I completely agree. You can buy a vintage, Made in USA Dinky on Poshmark in good condition for under $50 if you keep an eye out. It can be conditioned/cleaned up for next to nothing if you read up and do it yourself. Then take it to Coach and get it embellished for under $80. All in, you could have the exact same bag for under $150.


----------



## soupsoup2018

houseof999 said:


> I saw some info on Debbie's post on IG.

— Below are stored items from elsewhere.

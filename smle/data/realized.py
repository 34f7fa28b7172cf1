"""Realized measures of one session's variance from intraday prices sampled on a grid.

Prices are sampled by the previous-tick rule: the price at a grid time is the last one
observed at or before it (the session's first price for grid times before any observation).
The grid of a session of length ``L`` with interval ``delta`` is ``0, delta, 2 delta, ...``
up to ``L`` (the close is always the last point, so every grid covers the whole session).

* Realized variance: the sum of squared grid returns.
* Bipower variation: ``(pi/2) * M/(M-1) * sum_j |r_j| |r_{j-1}|`` over the ``M`` grid returns.
  ``mu_1^{-2} = pi/2`` is the scaling of Barndorff-Nielsen and Shephard (2004); the factor
  ``M/(M-1)`` corrects for the one term lost to the lag, so that the measure is unbiased for
  a constant volatility. Unlike realized variance it is robust to jumps.
* Subsampled realized variance: the average of realized variances over grids shifted by
  ``k delta / S``, ``k = 0..S-1`` (each shifted grid still starts at the open and ends at the
  close), which uses all the data while keeping the interval.

References:
  Andersen, T. G., Bollerslev, T., Diebold, F. X. and Labys, P. (2001). The distribution of
  realized exchange rate volatility. JASA 96, 42-55.
  Barndorff-Nielsen, O. E. and Shephard, N. (2004). Power and bipower variation with
  stochastic volatility and jumps. Journal of Financial Econometrics 2, 1-37.
  Zhang, L., Mykland, P. A. and Ait-Sahalia, Y. (2005). A tale of two time scales. JASA 100,
  1394-1411 (the averaged, subsampled realized variance).
"""

from __future__ import annotations

import numpy as np

from smle.errors import SmleInputError, describe

HALF_PI = np.pi / 2.0


def _as_returns(returns) -> np.ndarray:
    try:
        values = np.asarray(returns, dtype=float)
    except (TypeError, ValueError):
        values = None
    if values is None or values.ndim == 0:
        raise SmleInputError(f"returns={describe(returns)} is not accepted; give numbers (an "
                             f"array of returns)")
    return values


def realized_variance(returns, axis: int = -1) -> np.ndarray:
    """Sum of squared returns along ``axis`` (unit: the returns' unit squared)."""
    returns = _as_returns(returns)
    return np.sum(returns * returns, axis=axis)


def bipower_variation(returns, axis: int = -1) -> np.ndarray:
    """Bipower variation along ``axis``: ``(pi/2) M/(M-1) sum |r_j||r_{j-1}|``.

    References: Barndorff-Nielsen and Shephard (2004).
    """
    size = np.abs(np.moveaxis(_as_returns(returns), axis, -1))
    count = size.shape[-1]
    if count < 2:
        raise SmleInputError(f"returns has {count} value(s) along axis {axis}; bipower "
                             f"variation needs at least 2")
    return HALF_PI * count / (count - 1) * np.sum(size[..., 1:] * size[..., :-1], axis=-1)


def sampling_grid(session_seconds: float, interval_seconds: float,
                  offset_seconds: float = 0.0) -> np.ndarray:
    """Grid times in seconds from the open: ``0``, then ``offset + k interval`` below the
    session length, then the session length (the close)."""
    inner = np.arange(offset_seconds, session_seconds, interval_seconds)
    inner = inner[(inner > 0.0) & (inner < session_seconds)]
    return np.concatenate([[0.0], inner, [float(session_seconds)]])


def sample_on_grid(day: np.ndarray, seconds: np.ndarray, log_price: np.ndarray,
                   first_log_price: np.ndarray, grid: np.ndarray) -> np.ndarray:
    """Previous-tick log prices on the grid, one row per day.

    Args:
      day: each observation's day number ``0..n_days-1``, non-decreasing.
      seconds: each observation's time in seconds from its session's open, increasing
        within a day and inside ``[0, grid[-1]]``.
      log_price: each observation's log price.
      first_log_price: each day's log price at the open, shape ``(n_days,)``.
      grid: grid times from :func:`sampling_grid`.

    Returns:
      An array ``(n_days, len(grid))`` of log prices.
    """
    n_days, width = len(first_log_price), len(grid)
    # The first grid point at or after each observation: that observation is the latest one
    # at or before this grid point unless a later observation falls in the same slot.
    slot = np.searchsorted(grid, seconds, side="left")
    cell = day * width + slot
    last = np.r_[cell[1:] != cell[:-1], True]
    values = np.full(n_days * width, np.nan)
    values[cell[last]] = log_price[last]
    values = values.reshape(n_days, width)
    values[:, 0] = first_log_price
    # Carry each price forward over the empty grid points (vectorised forward fill).
    filled = np.where(np.isnan(values), 0, np.arange(width)[None, :])
    np.maximum.accumulate(filled, axis=1, out=filled)
    return np.take_along_axis(values, filled, axis=1)


def grid_returns(day, seconds, log_price, first_log_price, session_seconds, interval_seconds,
                 offset_seconds=0.0, scale=100.0) -> np.ndarray:
    """Grid returns (scaled, e.g. to percent), shape ``(n_days, n_intervals)``."""
    grid = sampling_grid(session_seconds, interval_seconds, offset_seconds)
    prices = sample_on_grid(day, seconds, log_price, first_log_price, grid)
    return scale * np.diff(prices, axis=1)


def subsampled_realized_variance(day, seconds, log_price, first_log_price, session_seconds,
                                 interval_seconds, subsamples=5, scale=100.0) -> np.ndarray:
    """Average of realized variances over ``subsamples`` grids shifted by
    ``k interval / subsamples`` (Zhang, Mykland and Ait-Sahalia 2005)."""
    total = 0.0
    for k in range(subsamples):  # a loop over a handful of offsets, not over rows
        returns = grid_returns(day, seconds, log_price, first_log_price, session_seconds,
                               interval_seconds, k * interval_seconds / subsamples, scale)
        total = total + realized_variance(returns)
    return total / subsamples
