"""Timestamps as files write them: parsing text with or without UTC offsets, day-first
detection, the wall clock as written, and conversion to the venue's time zone (used by
:mod:`smle.data.readers`)."""

from __future__ import annotations

import re
import warnings

import numpy as np
import pandas as pd

from smle.errors import SmleInputError


def wall_clock(raw: pd.Series, notes: list[str] | None = None) -> pd.Series:
    """Dates or times as written: a UTC offset at the end of the text is dropped, so that a
    day is the calendar day printed in the file; unreadable entries become NaT.

    Dates such as 06/01/2031 are read month first unless reading them day first leaves fewer
    unreadable, or (all readable both ways) gives ordered dates closer together; the choice
    of day first is noted in ``notes``.
    """
    if pd.api.types.is_datetime64_any_dtype(raw):
        parsed = raw
    else:
        text = _without_offset(raw.astype("string").str.strip())
        parsed = _to_datetime(text, dayfirst=False)
        if _format_of(text) is None and text.str.contains(r"^\d{1,2}[/.]\d{1,2}[/.]",
                                                          regex=True, na=False).any():
            day_first = _to_datetime(text, dayfirst=True)
            if _better_reading(day_first, parsed):
                parsed = day_first
                if notes is not None:
                    notes.append(f"dates such as {text.dropna().iloc[0]!r} were read day "
                                 f"first (day/month/year)")
    if isinstance(parsed.dtype, pd.DatetimeTZDtype):
        parsed = parsed.dt.tz_localize(None)
    return _within_bounds(parsed)


def _within_bounds(parsed):
    """Times outside what nanosecond timestamps hold (years 1678-2261) become NaT, to be
    reported as unreadable rows."""
    low, high = pd.Timestamp("1678-01-01"), pd.Timestamp("2261-12-31")
    if getattr(parsed.dtype, "tz", None) is not None:
        low, high = low.tz_localize("UTC"), high.tz_localize("UTC")
    return parsed.where((parsed >= low) & (parsed <= high))


def _without_offset(text: pd.Series) -> pd.Series:
    """Text with a trailing UTC offset removed; by slicing when every entry ends in an offset
    of the same form (fast on large files), else by a regular expression."""
    present = text.dropna()
    match = _OFFSET_AT_END.search(str(present.iloc[0])) if len(present) else None
    if match is None:
        return text
    width = len(match.group())
    tail = present.str.slice(-width)
    same_form = (present.str.len() == len(str(present.iloc[0]))).all() and (
        (tail == "Z").all() if width == 1 else tail.str.slice(0, 1).isin(["+", "-"]).all())
    if same_form:
        return text.str.slice(0, -width)
    return text.str.replace(_OFFSET_AT_END, "", regex=True)


def _to_datetime(text: pd.Series, dayfirst: bool) -> pd.Series:
    with warnings.catch_warnings():
        warnings.simplefilter("ignore", UserWarning)  # pandas' guess-the-format warnings
        try:
            return pd.to_datetime(text, errors="coerce", format=_format_of(text),
                                  dayfirst=dayfirst)
        except (ValueError, TypeError, OverflowError):
            return pd.to_datetime(text, errors="coerce", utc=True, format=_format_of(text),
                                  dayfirst=dayfirst)


def _better_reading(candidate: pd.Series, current: pd.Series) -> bool:
    """Whether ``candidate`` reads more dates, or as many in order and closer together."""
    missing = (int(candidate.isna().sum()), int(current.isna().sum()))
    if missing[0] != missing[1]:
        return missing[0] < missing[1]

    def spread(values):
        steps = np.diff(values.dropna().to_numpy().astype("datetime64[ns]").astype(np.int64))
        ordered = len(steps) and (np.all(steps >= 0) or np.all(steps <= 0))
        return (0 if ordered else 1, float(np.median(np.abs(steps))) if len(steps) else 0.0)

    return spread(candidate) < spread(current)


def _format_of(text: pd.Series) -> str | None:
    present = text.dropna()
    sample = str(present.iloc[0]).strip() if len(present) else ""
    return "ISO8601" if _ISO_START.match(sample) else None


_OFFSET_AT_END = re.compile(r"(Z|[+-]\d{2}:?\d{2})$")


_ISO_START = re.compile(r"^\d{4}-\d{2}-\d{2}([ T]\d{2}:\d{2}(:\d{2}(\.\d+)?)?)?")


def parse_timestamps(raw: pd.Series) -> pd.DatetimeIndex:
    """Timestamps from a column; unreadable entries become NaT (reported by the caller)."""
    return pd.DatetimeIndex(_within_bounds(pd.Series(_parse_any(raw), index=raw.index)))


def _parse_any(raw: pd.Series):
    if pd.api.types.is_datetime64_any_dtype(raw):
        return pd.DatetimeIndex(raw)
    present = raw.dropna()
    sample = str(present.iloc[0]).strip() if len(present) else ""
    iso = "ISO8601" if _ISO_START.match(sample) else None
    if _OFFSET_AT_END.search(sample):
        # Offsets may change within a file (daylight saving): read instants as UTC, then
        # convert to the venue's zone.
        return pd.DatetimeIndex(pd.to_datetime(raw, errors="coerce", utc=True, format=iso))
    try:
        return pd.DatetimeIndex(pd.to_datetime(raw, errors="coerce", format=iso))
    except (ValueError, TypeError):
        return pd.DatetimeIndex(pd.to_datetime(raw, errors="coerce", utc=True, format=iso))


def to_zone(stamps: pd.DatetimeIndex, timezone: str | None, source_timezone: str | None):
    if timezone is None:
        if stamps.tz is not None:
            return stamps
        timezone = source_timezone or "UTC"
    try:
        if stamps.tz is not None:
            return stamps.tz_convert(timezone)
        zone = source_timezone or timezone
        local = stamps.tz_localize(zone, ambiguous="NaT", nonexistent="NaT")
        return local.tz_convert(timezone)
    except Exception as error:  # unknown zone names come from several libraries
        if "tz" in type(error).__name__.lower() or isinstance(error, (KeyError, ValueError)):
            raise SmleInputError(
                f"timezone={timezone!r} / source_timezone={source_timezone!r}: not a known "
                f"time zone ({error}); use an IANA name such as 'UTC' or 'Europe/London'"
            ) from error
        raise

Saw this post in another thread.  Was rather surprised to see mention of a Coach rental program envisioned and posted in fall 2019.  Wonder if Coach will eventually launch it in the future...  And Remixed was renamed to be Upcrafted....


----------



## handbag*girl

I just did this. I agree they don't give you very much BUT In purchased a bag during a holiday sale in 2019 and because I didn't pay much for it (I think around $120) and I got $100 for it in this case it was worth it.


----------



## americandreaming

handbag*girl said:


> I just did this. I agree they don't give you very much BUT In purchased a bag during a holiday sale in 2019 and because I didn't pay much for it (I think around $120) and I got $100 for it in this case it was worth it.

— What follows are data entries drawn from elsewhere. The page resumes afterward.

"""Reading a CSV file without tracebacks: encoding, separator and damage, in plain words.

:func:`read_csv_file` decides how to read a file from its bytes before pandas sees it:

* a directory, an empty file, a binary file (NUL or control bytes), a ZIP archive or a
  Parquet file under another name is refused with a :class:`smle.errors.SmleInputError`;
* a gzip-compressed file is decompressed (noted);
* the encoding is UTF-8 (a byte-order mark is dropped), UTF-16 (with a byte-order mark, or
  recognised from its zero bytes), else Latin-1 (noted: every byte is a Latin-1 character,
  and the bytes that are not valid UTF-8 are all non-ASCII, so they can never pass as digits
  or dates and surface as bad rows);
* the separator is the one among ``,``, ``;``, tab and ``|`` that the header line uses most
  (a comma on ties); with a separator other than the comma, numbers written with a decimal
  comma (``101,25``) are read as such (both noted);
* a first line that looks like data rather than column names, a header without data rows,
  and rows that pandas cannot split are refused with the line concerned.

What was inferred is returned as notes (sentences), which readers put in
``attrs["notes"]``.
"""

from __future__ import annotations

import csv
import gzip
import io
import re
import zlib
from pathlib import Path

import pandas as pd

from smle.errors import SmleInputError

ACCEPTED = ("a CSV text file (UTF-8, UTF-16 or Latin-1) with a header row naming the columns "
            "and one data row per line, or a Parquet file (.parquet)")

_SNIFF_BYTES = 65_536
_SEPARATORS = (",", ";", "\t", "|")
_SEPARATOR_NAMES = {",": "comma", ";": "semicolon", "\t": "tab", "|": "vertical bar"}
_DECIMAL_COMMA = re.compile(r"(?:^|[;\t|])\s*-?\d+,\d+\s*(?=[;\t|]|$)", re.MULTILINE)
# C0 control characters other than tab, line feed and carriage return.
_CONTROL = re.compile(r"[\x00-\x08\x0b\x0c\x0e-\x1f\x7f]")


def _refuse(path: Path, argument: str, what: str) -> SmleInputError:
    return SmleInputError(f"{argument}={str(path)!r} {what}; accepted: {ACCEPTED}")


def _decode(path: Path, data: bytes, argument: str, notes: list[str]) -> str:
    """Text from bytes: UTF-8 (BOM dropped), UTF-16, else Latin-1; binary data refused."""
    if data.startswith(b"\xef\xbb\xbf"):
        notes.append("the file starts with a UTF-8 byte-order mark, which was ignored")
        data = data[3:]
    elif data.startswith((b"\xff\xfe", b"\xfe\xff")):
        return _decode_utf16(path, data, "utf-16", argument, notes)
    head = data[:_SNIFF_BYTES]
    zeros = head.count(b"\x00")
    if zeros:
        even, odd = head[0::2].count(b"\x00"), head[1::2].count(b"\x00")
        # UTF-16 text of ASCII characters has a zero in every other byte.
        if odd > 0.9 * len(head) / 2 and even == 0:
            return _decode_utf16(path, data, "utf-16-le", argument, notes)
        if even > 0.9 * len(head) / 2 and odd == 0:
            return _decode_utf16(path, data, "utf-16-be", argument, notes)
        raise _refuse(path, argument, f"is not a text file: it holds {zeros} zero byte(s) "
                                      f"in its first {len(head)} bytes (binary data)")
    try:
        text = data.decode("utf-8")
    except UnicodeDecodeError as error:
        line = data[:error.start].count(b"\n") + 1
        notes.append(f"the file is not valid UTF-8 (first invalid byte {data[error.start]:#04x} "
                     f"on line {line}); it was read as Latin-1")
        text = data.decode("latin-1")
    sample = text[:_SNIFF_BYTES]
    controls = len(_CONTROL.findall(sample))
    if controls > max(8, 0.01 * len(sample)):
        raise _refuse(path, argument, f"is not a text file: {controls} control characters in "
                                      f"its first {len(sample)} characters (binary data)")
    return text


def _decode_utf16(path, data, encoding, argument, notes) -> str:
    try:
        text = data.decode(encoding)
    except UnicodeDecodeError as error:
        raise _refuse(path, argument, f"looks like UTF-16 text but byte {error.start} cannot be "
                                      f"decoded ({error.reason})") from None
    notes.append(f"the file is UTF-16 text ({encoding}); it was decoded as such")
    return text.lstrip("\ufeff")


def _separator(path: Path, text: str, argument: str, notes: list[str]) -> tuple[str, str]:
    """The separator and decimal mark, from the header line and the first data lines."""
    lines = [line for line in text[:_SNIFF_BYTES].splitlines() if line.strip()]
    if not lines:
        raise _refuse(path, argument, "holds no text but blank lines")
    header = lines[0]
    counts = {sep: header.count(sep) for sep in _SEPARATORS}
    separator = max(_SEPARATORS, key=lambda sep: (counts[sep], sep == ","))
    if counts[separator] == 0:
        separator = ","
    decimal = "."
    if separator != ",":
        notes.append(f"columns are separated by a {_SEPARATOR_NAMES[separator]} "
                     f"({separator!r}), detected from the header line")
        body = "\n".join(lines[1:50])
        if _DECIMAL_COMMA.search(body):
            decimal = ","
            notes.append("numbers use a decimal comma (e.g. 101,25), detected from the first "
                         "data lines")
    return separator, decimal


def _looks_like_data(name) -> bool:
    text = str(name).strip()
    if not text:
        return False
    try:
        float(text.replace(",", "."))
        return True
    except ValueError:
        pass
    return bool(re.match(r"^\d{1,4}[-/.]\d{1,2}[-/.]\d{1,4}", text))


def read_csv_file(path: Path, argument: str = "source") -> tuple[pd.DataFrame, list[str]]:
    """A raw frame from a CSV file, and notes on what was inferred (see the module docstring).

    Args:
      path: an existing path.
      argument: the argument's name in error messages.
    """
    path = Path(path)
    if path.is_dir():
        raise _refuse(path, argument, "is a directory, not a file")
    try:
        data = path.read_bytes()
    except OSError as error:
        raise _refuse(path, argument, f"cannot be read ({error.strerror or error})") from None
    notes: list[str] = []
    if data.startswith(b"\x1f\x8b"):
        try:
            data = gzip.decompress(data)
        except (OSError, EOFError, zlib.error) as error:
            raise _refuse(path, argument, f"is a damaged gzip file ({error})") from None
        notes.append("the file is gzip-compressed; it was decompressed")
    if not data.strip():
        raise _refuse(path, argument, "is empty" if not data else "holds only blank space")
    if data.startswith(b"PK\x03\x04"):
        raise _refuse(path, argument, "is a ZIP archive; unpack it and pass the CSV file inside")
    if data.startswith(b"PAR1"):
        raise _refuse(path, argument, "is a Parquet file under another name; give it the "
                                      "suffix .parquet")
    text = _decode(path, data, argument, notes)
    separator, decimal = _separator(path, text, argument, notes)
    try:
        frame = pd.read_csv(io.StringIO(text), sep=separator, decimal=decimal)
    except (pd.errors.ParserError, pd.errors.EmptyDataError, csv.Error, ValueError,
            OverflowError) as error:
        detail = " ".join(str(error).split())[:300]
        raise _refuse(path, argument, f"could not be split into columns with the separator "
                                      f"{separator!r}: {detail}") from None
    names = [str(column) for column in frame.columns]
    if names and all(_looks_like_data(name) or name.startswith("Unnamed:") for name in names) \
            and any(_looks_like_data(name) for name in names):
        raise _refuse(path, argument, f"has no header line: its first line {names} looks like "
                                      f"data; add a first line naming the columns "
                                      f"(e.g. date,close)")
    if frame.empty:
        raise _refuse(path, argument, f"has a header ({names}) but no data rows")
    return frame, notes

That's nice!  Which bag did you exchange and which did you purchase?  X


----------



## melissatrv

So I purchased a bag from the program on the Coach site.  The photos they post are odd photos with shadowy backgrounds and only a single photo, even on ebay you get more details.  I purchased a Dreamer 27 in Berry with Gunmetal hardware.  I received a Dreamer but part leather and part Coach signature with brass hardware.  Definitely NOT what I order or was pictured.  The funny thing is there was a detached tag that had the correct bag color code.  Secondly, I essentially paid for what the bag sold for at full price.  Thirdly, the bag arrived in horrible condition, scratches etc, deep dings in the leather.  The way they portray it is that you should not be able to distinguish a new bag from a re-loved.  Anyway they sent a pre-paid label to return it.


----------



## Purse Chakra

melissatrv said:


> So I purchased a bag from the program on the Coach site.  The photos they post are odd photos with shadowy backgrounds and only a single photo, even on ebay you get more details.  I purchased a Dreamer 27 in Berry with Gunmetal hardware.  I received a Dreamer but part leather and part Coach signature with brass hardware.  Definitely NOT what I order or was pictured.  The funny thing is there was a detached tag that had the correct bag color code.  Secondly, I essentially paid for what the bag sold for at full price.  Thirdly, the bag arrived in horrible condition, scratches etc, deep dings in the leather.  The way they portray it is that you should not be able to distinguish a new bag from a re-loved.  Anyway they sent a pre-paid label to return it.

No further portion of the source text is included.